The Motivation (a high school senior's frustrations with GPS)

When I lived outside D.C. as a high schooler four years ago, I would often accompany my dad on various errands around the greater-D.C. region. We relied on a GPS for directions, often holding an iPhone and typical car GPS next to each other and trying to reconcile our own knowledge with the GPS suggestions to find the best--aka smoothest, fastest, most pleasant--routes. To our frustration and sometimes humor, the GPS suggestions would lack basic knowledge that any local in the area had, largely because the GPS offered us only binary options: toll or no toll? Use or avoid highways?

The reality was that a relatively small sequence of binary options generally did not yield the best holistic path. The paths we knew from experience were a nuanced, weighted combination of factors. If someone asked us for the best paths personally, we would have different answers than any GPS we used.

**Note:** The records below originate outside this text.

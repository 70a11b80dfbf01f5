package correlations

import (
	"fmt"
	"math"
)

func checkSat(muDead, rs float64) error {
	if !(muDead > 0 && muDead <= 1e6) {
		return inputError("mu_dead", muDead, "0 < μod ≤ 1e6 cP")
	}
	if !(rs >= 0 && rs <= 1e4) {
		return inputError("Rs", rs, "0 ≤ Rs ≤ 10000 scf/STB")
	}
	return nil
}

func checkUnder(p, pb, muB float64) error {
	if err := checkPressure("pb", pb); err != nil {
		return err
	}
	if err := checkPressure("p", p); err != nil {
		return err
	}
	if p < pb {
		return inputError("p", p, fmt.Sprintf("p ≥ Pb = %g psia (undersaturated oil)", pb))
	}
	if !(muB > 0 && muB <= 1e6) {
		return inputError("mu at Pb", muB, "0 < μob ≤ 1e6 cP")
	}
	return nil
}

// ChewConnallySatViscosity returns the viscosity in cP of a gas-saturated oil holding rs
// scf/STB whose dead-oil viscosity is muDead cP, after Chew, J. and Connally, C.A. Jr.
// (1959), "A Viscosity Correlation for Gas-Saturated Crude Oils", Trans. AIME 216: 23–25,
// μob = A·μod^B, with the usual fits of their chart:
//
//	A = 10^(Rs·(2.2e-7·Rs − 7.4e-4))
//	B = 0.68/10^(8.62e-5·Rs) + 0.25/10^(1.1e-3·Rs) + 0.062/10^(3.74e-3·Rs)
//
// 457 crude samples, Rs 51–3,544 scf/STB, μod 0.377–50 cP, 72–292 °F. A's exponent is a
// parabola with its minimum at Rs ≈ 1,680 scf/STB, so above that μob rises again with Rs.
func ChewConnallySatViscosity(muDead, rs float64, o Oil) (float64, error) {
	return ChewConnallySatViscosityWith(muDead, rs, o, chewConnallyPublished[:])
}

// ChewConnallyCoefficients are the constants of the Chew–Connally chart fits that a refit may
// change: A = 10^(Rs·(quad·Rs − lin)), B = b1/10^(k1·Rs) + b2/10^(k2·Rs) + b3/10^(k3·Rs).
var ChewConnallyCoefficients = []Coefficient{
	{ID: "lin", Value: 7.4e-4, Role: "7.4e−4, the linear term of log A"},
	{ID: "quad", Value: 2.2e-7, Role: "2.2e−7, the quadratic term of log A"},
	{ID: "b1", Value: 0.68, Role: "0.68, the first term of B"},
	{ID: "b2", Value: 0.25, Role: "0.25, the second term of B"},
	{ID: "b3", Value: 0.062, Role: "0.062, the third term of B"},
	{ID: "k1", Value: 8.62e-5, Role: "8.62e−5, the decay of B's first term with Rs"},
	{ID: "k2", Value: 1.1e-3, Role: "1.1e−3, the decay of B's second term"},
	{ID: "k3", Value: 3.74e-3, Role: "3.74e−3, the decay of B's third term"},
}

var chewConnallyPublished = [8]float64{7.4e-4, 2.2e-7, 0.68, 0.25, 0.062, 8.62e-5, 1.1e-3, 3.74e-3}

// ChewConnallySatViscosityWith is ChewConnallySatViscosity with the coefficients c
// (ChewConnallyCoefficients order).
func ChewConnallySatViscosityWith(muDead, rs float64, _ Oil, c []float64) (float64, error) {
	if err := checkSat(muDead, rs); err != nil {
		return 0, err
	}
	if err := checkCoefficients(c, 8); err != nil {
		return 0, err
	}
	a := pow10(rs * (c[1]*rs - c[0]))
	b := c[2]/pow10(c[5]*rs) + c[3]/pow10(c[6]*rs) + c[4]/pow10(c[7]*rs)
	return positive("chew-connally", a*math.Pow(muDead, b))
}

// BeggsRobinsonSatViscosity returns the saturated (live) oil viscosity in cP, after Beggs,
// H.D. and Robinson, J.R. (1975), "Estimating the Viscosity of Crude Oil Systems", J. Petrol.
// Technol. 27 (9): 1140–1141:
//
//	μob = A·μod^B,  A = 10.715·(Rs + 100)^−0.515,  B = 5.44·(Rs + 150)^−0.338
//
// 2,073 live-oil observations, Rs 20–2,070 scf/STB, 16–58 °API, 70–295 °F, 15–5,265 psia.
func BeggsRobinsonSatViscosity(muDead, rs float64, o Oil) (float64, error) {
	return BeggsRobinsonSatViscosityWith(muDead, rs, o, beggsRobinsonSatPublished[:])
}

// BeggsRobinsonSatCoefficients are the constants of the Beggs–Robinson live-oil viscosity that
// a refit may change: A = a·(Rs + 100)^−a_exp, B = b·(Rs + 150)^−b_exp.
var BeggsRobinsonSatCoefficients = []Coefficient{
	{ID: "a_exp", Value: 0.515, Role: "0.515, the exponent of Rs + 100 in A"},
	{ID: "b_exp", Value: 0.338, Role: "0.338, the exponent of Rs + 150 in B"},
	{ID: "b", Value: 5.44, Role: "5.44, the factor of B"},
	{ID: "a", Value: 10.715, Role: "10.715, the factor of A"},
}

var beggsRobinsonSatPublished = [4]float64{0.515, 0.338, 5.44, 10.715}

// BeggsRobinsonSatViscosityWith is BeggsRobinsonSatViscosity with the coefficients c
// (BeggsRobinsonSatCoefficients order).
func BeggsRobinsonSatViscosityWith(muDead, rs float64, _ Oil, c []float64) (float64, error) {
	if err := checkSat(muDead, rs); err != nil {
		return 0, err
	}
	if err := checkCoefficients(c, 4); err != nil {
		return 0, err
	}
	a := c[3] * math.Pow(rs+100, -c[0])
	b := c[2] * math.Pow(rs+150, -c[1])
	return positive("beggs-robinson", a*math.Pow(muDead, b))
}

// KartoatmodjoSchmidtSatViscosity returns the saturated oil viscosity in cP, after
// Kartoatmodjo, T. and Schmidt, Z. (1994), "Large Data Bank Improves Crude Physical Property
// Correlations", Oil and Gas Journal 92 (27): 51–55:
//
//	μob = −0.06821 + 0.9824·F + 0.0004034·F²
//	F   = (0.2001 + 0.8428·10^(−0.000845·Rs))·μod^(0.43 + 0.5165·y),  y = 10^(−0.00081·Rs)
//
// 5,321 points, Rs 0–2,890 scf/STB, μod 0.506–682 cP. For very light oils (μod below about
// 0.1 cP at high Rs) the intercept makes the result non-positive, which is reported as an
// error.
func KartoatmodjoSchmidtSatViscosity(muDead, rs float64, o Oil) (float64, error) {
	return KartoatmodjoSchmidtSatViscosityWith(muDead, rs, o, ksSatPublished[:])
}

// KartoatmodjoSchmidtSatCoefficients are the constants of F in the Kartoatmodjo–Schmidt
// live-oil viscosity that a refit may change (the outer quadratic in F stays as published):
// F = (f1 + f2·10^(−f3·Rs))·μod^(e1 + e2·10^(−e3·Rs)).
var KartoatmodjoSchmidtSatCoefficients = []Coefficient{
	{ID: "e1", Value: 0.43, Role: "0.43, the constant of the exponent of μod"},
	{ID: "e2", Value: 0.5165, Role: "0.5165, the Rs-dependent part of the exponent of μod"},
	{ID: "e3", Value: 0.00081, Role: "0.00081, its decay with Rs"},
	{ID: "f1", Value: 0.2001, Role: "0.2001, the constant of the factor"},
	{ID: "f2", Value: 0.8428, Role: "0.8428, the Rs-dependent part of the factor"},
	{ID: "f3", Value: 0.000845, Role: "0.000845, its decay with Rs"},
}

var ksSatPublished = [6]float64{0.43, 0.5165, 0.00081, 0.2001, 0.8428, 0.000845}

// KartoatmodjoSchmidtSatViscosityWith is KartoatmodjoSchmidtSatViscosity with the coefficients
// c (KartoatmodjoSchmidtSatCoefficients order).
func KartoatmodjoSchmidtSatViscosityWith(muDead, rs float64, _ Oil, c []float64) (float64, error) {
	if err := checkSat(muDead, rs); err != nil {
		return 0, err
	}
	if err := checkCoefficients(c, 6); err != nil {
		return 0, err
	}
	y := pow10(-c[2] * rs)
	f := (c[3] + c[4]*pow10(-c[5]*rs)) * math.Pow(muDead, c[0]+c[1]*y)
	return positive("kartoatmodjo-schmidt", -0.06821+0.9824*f+0.0004034*f*f)
}

// PetroskyFarshadSatViscosity returns the saturated oil viscosity in cP, after Petrosky,
// G.E. Jr. and Farshad, F.F. (1995), "Viscosity Correlations for Gulf of Mexico Crude Oils",
// SPE 29468:
//
//	μob = A·μod^B,  A = 0.1651 + 0.6165·10^(−6.0866e-4·Rs),  B = 0.5131 + 0.5109·10^(−1.1831e-3·Rs)
//
// 864 points, Rs 21–1,885 scf/STB, μod 0.725–11.69 cP.
func PetroskyFarshadSatViscosity(muDead, rs float64, o Oil) (float64, error) {
	return PetroskyFarshadSatViscosityWith(muDead, rs, o, pfSatPublished[:])
}

// PetroskyFarshadSatCoefficients are the constants of the Petrosky–Farshad live-oil viscosity
// that a refit may change: A = a1 + a2·10^(−a3·Rs), B = b1 + b2·10^(−b3·Rs).
var PetroskyFarshadSatCoefficients = []Coefficient{
	{ID: "b1", Value: 0.5131, Role: "0.5131, the constant of B"},
	{ID: "b2", Value: 0.5109, Role: "0.5109, the Rs-dependent part of B"},
	{ID: "b3", Value: 1.1831e-3, Role: "1.1831e−3, its decay with Rs"},
	{ID: "a1", Value: 0.1651, Role: "0.1651, the constant of A"},
	{ID: "a2", Value: 0.6165, Role: "0.6165, the Rs-dependent part of A"},
	{ID: "a3", Value: 6.0866e-4, Role: "6.0866e−4, its decay with Rs"},
}

var pfSatPublished = [6]float64{0.5131, 0.5109, 1.1831e-3, 0.1651, 0.6165, 6.0866e-4}

// PetroskyFarshadSatViscosityWith is PetroskyFarshadSatViscosity with the coefficients c
// (PetroskyFarshadSatCoefficients order).
func PetroskyFarshadSatViscosityWith(muDead, rs float64, _ Oil, c []float64) (float64, error) {
	if err := checkSat(muDead, rs); err != nil {
		return 0, err
	}
	if err := checkCoefficients(c, 6); err != nil {
		return 0, err
	}
	a := c[3] + c[4]*pow10(-c[5]*rs)
	b := c[0] + c[1]*pow10(-c[2]*rs)
	return positive("petrosky-farshad", a*math.Pow(muDead, b))
}

// VasquezBeggsUnderViscosity returns the viscosity in cP at p ≥ pb (psia) of an oil whose
// bubble-point viscosity is muB, after Vasquez, M. and Beggs, H.D. (1980), "Correlations
// for Fluid Physical Property Prediction", J. Petrol. Technol. 32 (6): 968–970 (SPE 6719):
//
//	μo = μob·(p/pb)^m,  m = 2.6·p^1.187·exp(−11.513 − 8.98e-5·p)
//
// About 600 laboratory PVT analyses, 141–9,515 psia, μo 0.117–148 cP.
func VasquezBeggsUnderViscosity(p, pb, muB float64, _ Oil) (float64, error) {
	if err := checkUnder(p, pb, muB); err != nil {
		return 0, err
	}
	m := 2.6 * math.Pow(p, 1.187) * math.Exp(-11.513-8.98e-5*p)
	return positive("vasquez-beggs", muB*math.Pow(p/pb, m))
}

// BealUnderViscosity returns the undersaturated oil viscosity in cP, after Beal (1946) as
// fitted by Standing (Volumetric and Phase Behavior of Oil Field Hydrocarbon Systems, SPE):
//
//	μo = μob + 0.001·(p − pb)·(0.024·μob^1.6 + 0.038·μob^0.56)
//
// 52 observations on 26 crudes, about 1,515–5,515 psia, μob 0.142–127 cP.
func BealUnderViscosity(p, pb, muB float64, _ Oil) (float64, error) {
	if err := checkUnder(p, pb, muB); err != nil {
		return 0, err
	}
	mu := muB + 0.001*(p-pb)*(0.024*math.Pow(muB, 1.6)+0.038*math.Pow(muB, 0.56))
	return positive("beal", mu)
}

// KartoatmodjoSchmidtUnderViscosity returns the undersaturated oil viscosity in cP, after
// Kartoatmodjo and Schmidt (1994), Oil and Gas Journal 92 (27): 51–55:
//
//	μo = 1.00081·μob + 0.001127·(p − pb)·(−0.006517·μob^1.8148 + 0.038·μob^1.59)
//
// 3,588 points, 24.7–6,014.7 psia, μob 0.168–184.86 cP. The bracket changes sign at
// μob ≈ 2,500 cP, beyond which the fit makes viscosity fall with pressure.
func KartoatmodjoSchmidtUnderViscosity(p, pb, muB float64, _ Oil) (float64, error) {
	if err := checkUnder(p, pb, muB); err != nil {
		return 0, err
	}
	mu := 1.00081*muB + 0.001127*(p-pb)*(-0.006517*math.Pow(muB, 1.8148)+0.038*math.Pow(muB, 1.59))
	return positive("kartoatmodjo-schmidt", mu)
}

// PetroskyFarshadUnderViscosity returns the undersaturated oil viscosity in cP, after
// Petrosky and Farshad (1995), SPE 29468, with L = log10(μob):
//
//	μo = μob + 1.3449e-3·(p − pb)·10^A,  A = −1.0146 + 1.3322·L − 0.4876·L² − 1.15036·L³
//
// 404 points, 1,600–10,250 psia, μob 0.211–3.546 cP.
func PetroskyFarshadUnderViscosity(p, pb, muB float64, _ Oil) (float64, error) {
	if err := checkUnder(p, pb, muB); err != nil {
		return 0, err
	}
	l := math.Log10(muB)
	a := -1.0146 + l*(1.3322+l*(-0.4876-1.15036*l))
	return positive("petrosky-farshad", muB+1.3449e-3*(p-pb)*pow10(a))
}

And so the idea for PeopleMaps was born: why shouldn't people like us be consulted for best path suggestions? We lived and drove around the area for years. We knew it better, more intuitively, than any centralized system. We were the most powerful sensors, most nuanced sources of information on our local environment.

Four years later, PeopleMaps is readily being developed, with a functioning iOS application prototype already in existence and hosted on Amazon Cloud.

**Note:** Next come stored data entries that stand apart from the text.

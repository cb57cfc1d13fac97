import { describe, expect, it } from 'vitest';
import { chiSquareCdf, chiSquareQuantile, chiSquareTwoSidedPValue, fCdf, fQuantile } from './statistics';

describe('F distribution', () => {
  // Upper 5 % critical values F(ν1, ν2). Rows ν2 = 1..3: table "F Distribution" at atozmath.com/CONM/DistributionTables.aspx
  // (4 decimals; retrieved with the search tool). Rows ν2 = 10, 12, 20: NIST/SEMATECH e-Handbook of Statistical Methods,
  // §1.3.6.7.3 "Upper Critical Values of the F Distribution" (3 decimals; from memory).
  const table: Array<[number, number, number, number]> = [
    [1, 1, 161.4476, 4],
    [2, 1, 199.5, 4],
    [1, 2, 18.5128, 4],
    [2, 2, 19.0, 4],
    [3, 2, 19.1643, 4],
    [10, 2, 19.3959, 4],
    [1, 3, 10.128, 4],
    [2, 3, 9.5521, 4],
    [10, 3, 8.7855, 4],
    [2, 10, 4.103, 3],
    [5, 10, 3.326, 3],
    [10, 10, 2.978, 3],
    [2, 12, 3.885, 3],
    [2, 20, 3.493, 3],
  ];
  it.each(table)('F(0.95; %i, %i) = %f', (d1, d2, expected, decimals) => {
    expect(fQuantile(0.95, d1, d2)).toBeCloseTo(expected, decimals - 1);
    expect(Math.abs(fQuantile(0.95, d1, d2) - expected)).toBeLessThanOrEqual(0.5 * 10 ** -decimals + 1e-9);
  });

  it('for ν1 = 2 matches the closed form F = (ν2/2)(α^(−2/ν2) − 1) (from the CDF 1 − (1 + 2x/ν2)^(−ν2/2); Johnson, Kotz & Balakrishnan 1995, ch. 27)', () => {
    for (const d2 of [1, 4, 12, 57, 300]) {
      const exact = (d2 / 2) * (0.05 ** (-2 / d2) - 1);
      expect(fQuantile(0.95, 2, d2) / exact - 1).toBeLessThan(1e-10);
      expect(fCdf(exact, 2, d2)).toBeCloseTo(0.95, 12);
    }
  });

  it('rejects bad probabilities and degrees of freedom', () => {
    expect(() => fQuantile(1, 2, 3)).toThrow('probability must lie strictly between 0 and 1, got 1');
    expect(() => fQuantile(0.95, 0, 3)).toThrow('d1 must be a positive finite number, got 0');
    expect(() => fCdf(1, 2, -3)).toThrow('d2 must be a positive finite number, got -3');
  });
});

describe('χ² distribution', () => {
  // Upper 5 % critical values: NIST/SEMATECH e-Handbook §1.3.6.7.4 "Critical Values of the Chi-Square Distribution" (from memory).
  it.each([
    [1, 3.841],
    [2, 5.991],
    [10, 18.307],
    [30, 43.773],
  ])('χ²(0.95; %i) = %f', (dof, expected) => {
    expect(Math.abs(chiSquareQuantile(0.95, dof) - expected)).toBeLessThanOrEqual(0.0005 + 1e-9);
  });

  it('for ν = 2 matches the closed form −2 ln α (the exponential distribution)', () => {
    expect(chiSquareQuantile(0.95, 2)).toBeCloseTo(-2 * Math.log(0.05), 10);
    expect(chiSquareCdf(3, 2)).toBeCloseTo(1 - Math.exp(-1.5), 13);
  });

  it('two-sided p-value is 1 at the median and small far out in either tail', () => {
    const median = chiSquareQuantile(0.5, 12);
    expect(chiSquareTwoSidedPValue(median, 12)).toBeCloseTo(1, 8);
    expect(chiSquareTwoSidedPValue(chiSquareQuantile(0.995, 12), 12)).toBeCloseTo(0.01, 8);
    expect(chiSquareTwoSidedPValue(chiSquareQuantile(0.001, 12), 12)).toBeCloseTo(0.002, 8);
  });
});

Application Architecture and Flow

PeopleMaps is currently an iOS application that is hosted in the cloud using Amazon Beanstalk for auto-scale. It uses MongoDB in the backend for data storage and as a MapReduce compute engine.

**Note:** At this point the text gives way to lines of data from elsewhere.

import { describe, expect, it } from 'vitest';
import { massDensityKgPerM3, reducedStateOf } from '../physics/corresponding-states';
import { ljEosDensity } from '../physics/lj-eos';
import { runNpt } from '../physics/md/npt';
import { mdStageFit, type MdRunSummary, type MdStagePoint, type MdStatePoint } from './md-stage';

// A synthetic round trip of a Mie 16-6 density fit through the simulation stage. No equation of state of the Mie fluid
// is built in, so the "measured" densities are NPT runs of the Mie 16-6 kernel at the true reduced states (their own
// seeds, independent of the fit's runs), with 1 % uncertainty plus the run's standard error. Invented substance.
const TRUE = { epsilonK: 150, sigmaAngstrom: 3.6 };
const LAMBDA = 16;
const M = 50;
const STATES: Array<[number, number]> = [
  [225, 20],
  [225, 60],
  [300, 40],
  [300, 100],
];
const ATOMS = 128;
const STEPS = 5000;
const bounds = { epsilonK: [50, 400] as [number, number], sigmaAngstrom: [2.5, 5] as [number, number] };

describe('Mie 16-6 density fit through the simulation stage (λr held)', () => {
  it('recovers ε and σ from Mie densities within 2.5 standard errors', async () => {
    const points: MdStagePoint[] = STATES.map(([T, P], k) => {
      const s = reducedStateOf({ temperatureK: T, pressureMPa: P, ...TRUE });
      const r = runNpt({ ...s, atoms: ATOMS, steps: STEPS, seed: 900 + k, repulsiveExponent: LAMBDA });
      const rho = massDensityKgPerM3(r.reducedDensity, M, TRUE.sigmaAngstrom);
      const u = Math.hypot(0.01 * rho, massDensityKgPerM3(r.stdErr, M, TRUE.sigmaAngstrom));
      return {
        measurementSetId: 1,
        measurementSetIndex: 0,
        kind: 'density' as const,
        temperatureK: T,
        pressureMPa: P,
        value: rho,
        uncertainty: u,
        weight: 1,
      };
    });
    // The Mie 16-6 fluid is not the LJ fluid at the same reduced state: at least one density differs from the LJ
    // equation of state (Johnson et al. 1993) by more than its uncertainty, so the kernel matters to the answer.
    const ljGap = points.map((p) => {
      const s = reducedStateOf({ temperatureK: p.temperatureK, pressureMPa: p.pressureMPa!, ...TRUE });
      return (
        Math.abs(
          massDensityKgPerM3(ljEosDensity(s.reducedTemperature, s.reducedPressure).reducedDensity, M, TRUE.sigmaAngstrom) - p.value,
        ) / p.uncertainty
      );
    });
    expect(Math.max(...ljGap)).toBeGreaterThan(1);

    let runs = 0;
    const md = async (states: MdStatePoint[], onRunFinished?: () => void): Promise<MdRunSummary[]> =>
      states.map((s) => {
        runs++;
        const r = runNpt({ ...s, atoms: ATOMS, steps: STEPS, seed: 3000 + runs, repulsiveExponent: LAMBDA });
        onRunFinished?.();
        return {
          id: runs,
          reused: false,
          reducedDensity: r.reducedDensity,
          stdErr: r.stdErr,
          dRhoDT: r.dRhoDT,
          dRhoDP: r.dRhoDP,
          phase: r.phase,
          ...r.settings,
          effectiveSamples: r.effectiveSamples,
          frames: r.frames,
        };
      });
    const result = await mdStageFit(points, [{ id: 1, kind: 'density' }], {
      start: { epsilonK: TRUE.epsilonK * 1.03, sigmaAngstrom: TRUE.sigmaAngstrom * 0.99 },
      startMethod: 'the given start values',
      bounds,
      context: { molarMassGPerMol: M, quantumCorrection: false, repulsiveExponent: LAMBDA },
      simulate: md,
      maxIterations: 5,
    });
    expect(result.status).toBe('succeeded');
    expect(result.stoppedBy).toBe('converged');
    expect([result.model, result.repulsiveExponent]).toEqual(['mie', LAMBDA]);
    expect(result.start.method).toBe('the given start values');
    const se = result.stdErr as { epsilonK: number; sigmaAngstrom: number };
    expect(Math.abs(result.epsilonK - TRUE.epsilonK)).toBeLessThan(2.5 * se.epsilonK);
    expect(Math.abs(result.sigmaAngstrom - TRUE.sigmaAngstrom)).toBeLessThan(2.5 * se.sigmaAngstrom);
  }, 600_000);
});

The iOS Core Location framework is used to monitor users’ movements in the background. Though for now the Standard Location Service (SLS) is used, which constantly records the user’s location at a high level of accuracy (but consumes a lot of energy), a simple switch to the Significant Change Service, which detects when the user starts moving, can be used to greatly cut down on the energy consumption.

An algorithm developed in-house is used to determine when a user has completed a path, at which point the path is pushed to a NodeJS/Express server over a RESTful API, and the server batch-inserts paths into MongoDB. Each path is stored as document with start, end, and set-of-coordinates fields.

When a user requests requests a path, the highest-voted path as defined above is returned (see below for algorithm details).

Path Clustering Algorithm

At the highest level, paths between the same endpoints (or close to same, as defined by MongoDB's geospatial $near operator) are compared to each other, and if they are deemed "similar," are bucketed into the same cluster. When a new path is introduced, it is compared to a representative path from each bucket in order to be classified.

Paths are represented using a "bag of points" model, where each point is a geospatial coordinate. The Jacard index, defined as the intersection of two sets divided by their union, is used to compute the similarity of two bags of points. A pair of paths with a high Jacard index are very similar. Different cut-off values for what constitutes "similar" when speaking about sets of coordinates were experimented with and can further be refined with a larger set of data.

Points are represented as latitude-longitude coordinates. In order to determine if two points are same (or close to same), the geometric distance between them is calculated and if it falls within a threshold, they are considered the same. Again, the threshold can be refined as more data comes in.

The MapReduce Algorithm

In order to generate clusters, MongoDB's native MapReduce engine is used. The map function groups documents based on the concatenation of their start and end points, and the reduce function applies the path clustering algorithm above. MapReduce is used to parallelize the path clustering for different endpoints, of which there are obviously a massive number.

Eventual Direction

My best recommendation for the future of the PeopleMaps project is for it to merge with an existing, common route suggestion platform (such as Google Maps) as an alternative route that can be requested. While the benefits of user-based suggestions are clear, it wouldn't hurt to also utilize monitored information-- or leave it up to the user to decide which mode they prefer, at least until the PeopleMaps theory is more thoroughly tested.